Una oleada de risa nerviosa se coló entre ellos y acercaron sus caras hasta pegar sus narices, como el preludio de un beso de esquimal. Pero no hubo roce juguetón, sino quietud, silencio, como quien se calla y cierra los ojos para escuchar el crepitar de las llamas de una chimenea.

-Lo que pasa, Erick, es que yo no sé si te quiero.

-Yo tampoco sé si te quiero a ti, Mia. Pero sé que quiero hacer lo que haga falta para que seas feliz y estés en paz.

-Por lo menos no me odias, como todos.

-No creo que ese todos que dices pueda incluir a mucha gente.

-Pues... si yo te contara... ¿Sabes, Erick? A mí me gustaría ser de esas chicas que se ganan a sus suegras y que sonríen como idiotas en las fotos con sus maridos y que tienen bebés a los que visten como muñecos antiguos... pero yo no puedo ser así, yo no soy eso.

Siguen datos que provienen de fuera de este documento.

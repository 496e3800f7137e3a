import { idParamsSchema } from '@/schemas/fields'
import { setUpAssemblyRequestSchema, setUpAssemblyResponseSchema } from '@/schemas/set-up'
import { route } from '@/server/http/route'
import { checkSetUpAssembly } from '@/server/services/set-ups/check-set-up-assembly'

/** Whether an assembly fits what stands on the machine, and which holders would. */
export const POST = route({
  access: 'see',
  params: idParamsSchema,
  body: setUpAssemblyRequestSchema,
  answer: setUpAssemblyResponseSchema,
  handle: ({ params, body }) => checkSetUpAssembly(params.id, body),
})
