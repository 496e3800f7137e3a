import { afterAll, beforeAll, describe, expect, it } from 'vitest'
import { createImportSite, type ImportSite } from '../support/import-site'

let site: ImportSite
beforeAll(async () => {
  site = await createImportSite()
  for (const code of ['MAIN', 'NORTH']) {
    const [crib] = await site.db('cribs').insert({ code, name: code, time_zone: 'UTC' }).returning('id')
    const root = await site.db('locations').where({ crib_id: crib.id, kind: 'crib' }).first('id')
    await site
      .db('locations')
      .insert({ kind: 'bin', code: 'A1-01', name: 'A1-01', crib_id: crib.id, parent_id: root.id })
  }
})
afterAll(() => site.close())

const cutters = 'code,dc,apmx,oal,dmm,description\n'
const formOf = async (code: string) =>
  (await site.db('cutters').join('items', 'items.id', 'cutters.item_id').where({ code }).first('form'))?.form

describe('what holds for all rows', () => {
  it('a form is given to the rows of a file without one, after the check', async () => {
    const { id, rejectedCount } = await site.checked({
      kind: 'cutters',
      content: `${cutters}F-1,6,12,57,6,\n`,
    })
    expect(rejectedCount).toBe(1)
    await site.recheck(id, { defaults: { form: 'ball' } })
    await site.check(id)
    expect(await site.get(id)).toMatchObject({ added: 1, rejectedCount: 0, defaults: { form: 'ball' } })
    await site.recheck(id, { unit: 'mm' })
    await site.check(id)
    await site.commit(id)
    await site.apply(id)
    expect(await formOf('F-1')).toBe('ball')
  })

  it('a row with a form of its own keeps it, and so does an item that is there', async () => {
    const content = 'code,form,dc,apmx,oal,dmm\nF-2,square,6,12,57,6\nF-3,,6,12,57,6\n'
    await site.committed({ kind: 'cutters', content, defaults: { form: 'Ball nose' } })
    expect([await formOf('F-2'), await formOf('F-3')]).toEqual(['square', 'ball'])
    const update = await site.checked({
      kind: 'cutters',
      content: `${cutters}F-2,6,12,57,6,again\n`,
      defaults: { form: 'corner radius' },
    })
    expect(update).toMatchObject({ changed: 1 })
    await site.commit(update.id)
    await site.apply(update.id)
    expect(await formOf('F-2')).toBe('square')
  })

  it('a crib is given to opening stock and reorder points that name none', async () => {
    const stock = 'Code,Bin,Qty\nF-1,A1-01,5\n'
    expect(await site.checked({ kind: 'stock', content: stock })).toMatchObject({ rejectedCount: 1 })
    await site.committed({ kind: 'stock', content: stock, defaults: { crib: 'north' } })
    const [balance] = await site
      .db('balances')
      .join('locations', 'locations.id', 'balances.location_id')
      .join('cribs', 'cribs.id', 'locations.crib_id')
      .where({ 'locations.code': 'A1-01' })
      .select('cribs.code', 'quantity')
    expect(balance).toEqual({ code: 'NORTH', quantity: 5 })
    const points = 'Crib,Code,Reorder point,Order up to\n,F-1,2,6\nMAIN,F-1,3,6\n'
    expect(
      await site.committed({ kind: 'reorderPoints', content: points, defaults: { crib: 'NORTH' } }),
    ).toMatchObject({ added: 2, rejectedCount: 0 })
  })

  it('it refuses a form nobody knows, and a field that is not said for all rows', async () => {
    const upload = { kind: 'cutters' as const, content: `${cutters}F-9,6,12,57,6,\n` }
    await expect(site.upload({ ...upload, defaults: { form: 'spoon' } })).rejects.toMatchObject({
      options: { errors: [{ path: 'defaults.form', message: '“spoon” is not a form.' }] },
    })
    await expect(site.upload({ ...upload, defaults: { shankDiameterMm: '6' } })).rejects.toMatchObject({
      options: {
        errors: [
          { path: 'defaults.shankDiameterMm', message: 'Only form can be given for all rows of cutters.' },
        ],
      },
    })
  })
})

describe('the first check', () => {
  it('it says all faults of a row: the missing form, a radius no form can have, and a price that is none', async () => {
    const content = 'code,dc,cr,apmx,oal,dmm,price\nG-1,10,6,22,72,10,x\nG-2,6,3,13,57,6,1\n'
    const { rejected } = await site.checked({ kind: 'cutters', content })
    expect(rejected.map((first) => [first, ...first.further].map(({ column }) => column))).toEqual([
      ['price', 'Form', 'cr'],
      ['Form'],
    ])
    expect(rejected[0]?.further[1]?.message).toBe('The corner radius is more than half the cutting diameter.')
  })

  it('it draws nothing from a size that could not be read', async () => {
    const content = 'code,dc,cr,apmx,oal,dmm\nG-3,ten,6,22,72,10\n'
    const { rejected } = await site.checked({ kind: 'cutters', content })
    expect(rejected.map((first) => [first, ...first.further].map(({ column }) => column))).toEqual([
      ['dc', 'Form'],
    ])
  })
})
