import { setupRequestSchema } from '@/schemas/person'
import { route } from '@/server/http/route'
import { setUpShop } from '@/server/services/people/set-up-shop'

export const POST = route({
  access: 'public',
  body: setupRequestSchema,
  answer: null,
  handle: ({ body }) => setUpShop(body),
})
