import type { z } from 'zod'
import type { LocationResponse, locationListQuerySchema } from '@/schemas/location'
import { db } from '../../db/connection'
import { readLocationKeys, readLocationRows } from '../../db/read-models/location-rows'

export interface LocationList {
  rows: LocationResponse[]
  nextCursor: string | null
  total?: number
}

/** One block of the places where stock can be. */
export async function listLocations(query: z.output<typeof locationListQuerySchema>): Promise<LocationList> {
  const { ids, ...page } = await readLocationKeys(db(), query)
  return { rows: await readLocationRows(db(), ids), ...page }
}
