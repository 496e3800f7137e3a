import { afterAll, beforeAll, describe, expect, it } from 'vitest'
import { createImportSite, type ImportSite } from '../support/import-site'

let site: ImportSite
beforeAll(async () => {
  site = await createImportSite()
})
afterAll(() => site.close())

describe('a mapping', () => {
  const strange = 'Nummer,Was,Dick,Schnitt,Lang,Schaft\n'

  it('it is set, kept by the shop at the commit, and known the next time', async () => {
    const mapping = {
      Nummer: 'code',
      Was: 'form',
      Dick: { field: 'cuttingDiameterMm', unit: 'in' },
      Schnitt: 'lengthOfCutMm',
      Lang: 'overallLengthMm',
      Schaft: 'shankDiameterMm',
    }
    const first = await site.checked({
      kind: 'cutters',
      mapping,
      content: `${strange}M-1,square,1,30,100,25.4\n`,
    })
    expect(first).toMatchObject({ added: 1, rejectedCount: 0 })
    expect(first.columns.map(({ origin }) => origin)).toEqual(Array(6).fill('set'))
    const before = await site.checked({ kind: 'cutters', content: `${strange}M-2,square,1,30,100,25.4\n` })
    expect(before.columns.filter(({ origin }) => origin === 'kept')).toEqual([])
    await site.commit(first.id)
    await site.apply(first.id)
    const next = await site.checked({ kind: 'cutters', content: `${strange}M-2,square,1,30,100,25.4\n` })
    expect(next).toMatchObject({ added: 1, rejectedCount: 0 })
    expect(next.columns.map(({ origin }) => origin)).toEqual(Array(6).fill('kept'))
    expect(next.columns[2]).toMatchObject({ field: 'cuttingDiameterMm', unit: 'in' })
  })

  it('it can be changed after the check, and the file is checked again by it', async () => {
    const { id } = await site.checked({
      kind: 'cutters',
      content: 'Zeug,form,dc,apmx,oal,dmm\nN-1,square,6,12,57,6\n',
    })
    expect(await site.get(id)).toMatchObject({ rejectedCount: 1 })
    await site.recheck(id, { mapping: { Zeug: 'code' } })
    expect(await site.get(id)).toMatchObject({ state: 'reading', rejected: [] })
    await site.check(id)
    expect(await site.get(id)).toMatchObject({ state: 'checked', added: 1, rejectedCount: 0 })
  })

  it('it is refused at the upload where the file has no such column', async () => {
    const upload = { kind: 'cutters' as const, content: 'a,b\n1,2\n', mapping: { c: 'code' } }
    await expect(site.upload(upload)).rejects.toMatchObject({
      code: 'wrong-shape',
      options: { errors: [{ path: 'mapping.c', message: 'The file has no column “c”.' }] },
    })
  })
})

describe('the reject file', () => {
  it('it holds the rows as they stood, with the reason last, safe in a spreadsheet and readable again', async () => {
    const content = [
      'Code,Form,DC,APMX,OAL,DMM,Description,Note',
      '-X1,square,-5,12,57,6,"=HYPERLINK(""x"")",+1',
      '@X2,square,=1+1,12,57,6,"two ""words""",-3',
    ].join('\n')
    const { id } = await site.checked({ kind: 'cutters', content })
    expect(await site.rejects(id)).toBe(
      [
        'Code,Form,DC,APMX,OAL,DMM,Description,Note,Reason',
        `'-X1,square,-5,12,57,6,"'=HYPERLINK(""x"")",'+1,DC: A length can't be negative.`,
        `'@X2,square,'=1+1,12,57,6,"two ""words""",'-3,"DC: “=1+1” is not a length. Write it like 3.175 mm, 0.125 in or 1/8."`,
        '',
      ].join('\r\n'),
    )
    const corrected = (await site.rejects(id)).replace(',-5,', ',5,').replace(",'=1+1,", ',5,')
    const again = await site.committed({ kind: 'cutters', content: corrected })
    expect(again).toMatchObject({ added: 2, rejectedCount: 0 })
    expect(await site.db('items').where('code', '-X1').first()).toMatchObject({
      description: '=HYPERLINK("x")',
    })
  })
})
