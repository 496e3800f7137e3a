import { AppError } from '@/lib/app-error'
import type { LocationResponse } from '@/schemas/location'
import type { Database } from '../../db/connection'
import { readLocationRows } from '../../db/read-models/location-rows'

/** One place of the shop as it is shown. */
export async function readLocation(database: Database, id: string): Promise<LocationResponse> {
  const [row] = await readLocationRows(database, [id])
  if (!row) throw new AppError('not-found', 'There is no such location.')
  return row
}
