import Papa from 'papaparse'
import { afterAll, beforeAll, describe, expect, it } from 'vitest'
import { createImportSite, type ImportSite } from '../support/import-site'

let site: ImportSite
beforeAll(async () => {
  site = await createImportSite()
})
afterAll(() => site.close())

describe('holders', () => {
  it('it takes one row a segment, wherever the rows of a holder stand', async () => {
    const content = [
      'Code,Taper,Gauge length,Collet,Bore depth,Min grip,Part,Length,Nose dia,Spindle dia,Seg no',
      'H-1,CAT40,100,ER16,50,20,nut,18,28,28,1',
      'H-2,CAT40,70,ER32,60,25,nut,22,50,50,1',
      'H-1,,,,,,holder,60,30,40,3',
      'H-1,,,,,,holder,10,28,30,2',
      'H-2,,,,,,holder,30,50,50,2',
    ].join('\n')
    const done = await site.committed({ kind: 'holders', content })
    expect(done).toMatchObject({ rows: 5, rowsRead: 5, added: 2, rejectedCount: 0 })
    const pieces = await site
      .db('holder_segments')
      .join('items', 'items.id', 'holder_segments.item_id')
      .where('code', 'H-1')
      .orderBy('position')
      .select('part', 'length_mm', 'nose_diameter_mm', 'spindle_diameter_mm')
    expect(pieces.map((piece) => Object.values(piece))).toEqual([
      ['nut', 18, 28, 28],
      ['holder', 10, 28, 30],
      ['holder', 60, 30, 40],
    ])
    const again = await site.checked({ kind: 'holders', content })
    expect(again).toMatchObject({ added: 0, changed: 0, unchanged: 2 })
  })

  it('it takes a holder whole or not at all', async () => {
    const content = [
      'Code,Gauge length,Collet,Bore depth,Min grip,Part,Length,Nose dia,Spindle dia',
      'H-3,100,ER16,50,20,nut,18,28,28',
      'H-3,,,,,holder,sixty,30,40',
      'H-4,100,ER16,50,20,nut,18,28,28',
      'H-4,90,,,,holder,20,28,28',
    ].join('\n')
    const checked = await site.checked({ kind: 'holders', content })
    expect(checked).toMatchObject({ added: 0, rejectedCount: 2 })
    expect(checked.rejected.map(({ line, column }) => [line, column])).toEqual([
      [3, 'Length'],
      [5, 'Gauge length'],
    ])
    const { data } = Papa.parse<string[]>(await site.rejects(checked.id))
    expect(data.slice(1, 5).map((row) => row.at(-1))).toEqual([
      'Belongs to line 3.',
      'Length: “sixty” is not a length. Write it like 3.175 mm, 0.125 in or 1/8.',
      'Belongs to line 5.',
      'Gauge length: Line 4 says otherwise of the same item.',
    ])
  })

  it('it takes a nut and a body, or a nose alone, in one row', async () => {
    const content = [
      'Code;Gauge;Collet size;Bore;Bore depth;Min grip;Nut Ø;Nut len;Nose Ø;Nose length;Body Ø;Body length',
      'H-5;100;ER20;;50;20;34;20;;;40;60',
      'H-6;80;;12;45;30;;;26;80;;',
      'H-7;90;ER11;;40;15;19;12;;;30;',
    ].join('\n')
    const done = await site.committed({ kind: 'holders', content })
    expect(done).toMatchObject({ added: 3, rejectedCount: 0 })
    const pieces = await site
      .db('holder_segments')
      .join('items', 'items.id', 'holder_segments.item_id')
      .whereIn('code', ['H-5', 'H-6', 'H-7'])
      .orderBy(['code', 'position'])
      .select('code', 'part', 'length_mm', 'nose_diameter_mm')
    expect(pieces.map((piece) => Object.values(piece))).toEqual([
      ['H-5', 'nut', 20, 34],
      ['H-5', 'holder', 60, 40],
      ['H-6', 'holder', 80, 26],
      ['H-7', 'nut', 12, 19],
      ['H-7', 'holder', 78, 30],
    ])
  })

  it('it changes a bore from collet to fixed, and nothing else of the holder', async () => {
    const head = 'Code,Gauge length,Collet,Bore dia,Bore depth,Min grip,Nose dia,Nose length\n'
    await site.committed({ kind: 'holders', content: `${head}H-8,80,ER16,,45,20,28,60\n` })
    const done = await site.committed({ kind: 'holders', content: 'Code,Bore dia\nH-8,10\n' })
    expect(done).toMatchObject({ changed: 1 })
    const holder = await site.db('holders').join('items', 'items.id', 'item_id').where('code', 'H-8').first()
    expect(holder).toMatchObject({
      bore_kind: 'fixed',
      bore_diameter_mm: 10,
      bore_series: null,
      bore_depth_mm: 45,
    })
  })
})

-¿A dónde quieres llegar? -Erick sujetó con un gesto firme los hombros de Mia, que ahogó una mueca de dolor por apretón involuntario sobre el mordisco que Robert le había dejado en uno de ellos.

-Yo no te he contado todo.

-¿Todo? ¿Del polvo con Robert o de qué?

-Del incendio.

-¿Del incendio? ¿Puedes...

-Ser más específica, sí. Perdona... De este último incendio, el del coche. Hay algo que nadie sabe y que nadie puede saber, pero necesito contártelo.

-Entonces cuéntamelo.

-Yo no quería destrozarle el coche a mi marido. Ya está.

-Mia, creo que nos conocemos demasiado bien como para que me digas eso...

-Te juro que te estoy diciendo la verdad. Nunca se trató del coche, de romperle algo material, de dejarle sin algo -Mia cogió una manta del sofá para secarse las lágrimas y, acto seguido, se la echó sobre los hombros, como si intentara taparse con ella-. Habíamos bebido más allá de cualquier límite y acabamos discutiendo, porque él decía que se veía siendo padre, pero no conmigo. Dijo que estábamos bien, genial, usó la palabra genial, pero que nuestro matrimonio estaba condenado al fracaso. En nuestro quinto aniversario, en nuestra cena para, supuestamente, celebrar cinco años de casados. Le pedí un hijo y me dijo que hacía tiempo que quería uno, pero que no me veía como la madre...

-Lo siento, Mia...

-Para una vez que lo hago bien, ¿sabes? Dijo que estábamos genial...

-Ya. Lo siento muchísimo...

-Entendí que lo nuestro había tocado techo para lo bueno y necesité que tocara techo para lo malo, para que tuviera sentido eso que él me estaba diciendo. Nadie rechaza a su mujer como madre si de verdad todo está tan genial. Así que le eché de casa a empujones y con algún que otro puntapié. Le grité que se largara. Habíamos discutido así antes, hacía mucho tiempo, un par de veces o tres, y esas veces Robert había pasado la noche durmiendo en el asiento trasero del coche...

-Mia, ¿qué me estás queriendo decir? -Erick interrumpió con la voz destemplada, como un alumno al que le toca justo la pregunta que se olvidó de estudiar-. El coche apareció calcinado por completo en vuestro garaje y no solo por el cóctel molotov que le tiraste, sino por la gasolina que le habías rociado y por los bidones abiertos que dejaste debajo. Tú querías...

-Yo pensé que Robert estaría dentro, como en las otras peleas. Durmiendo.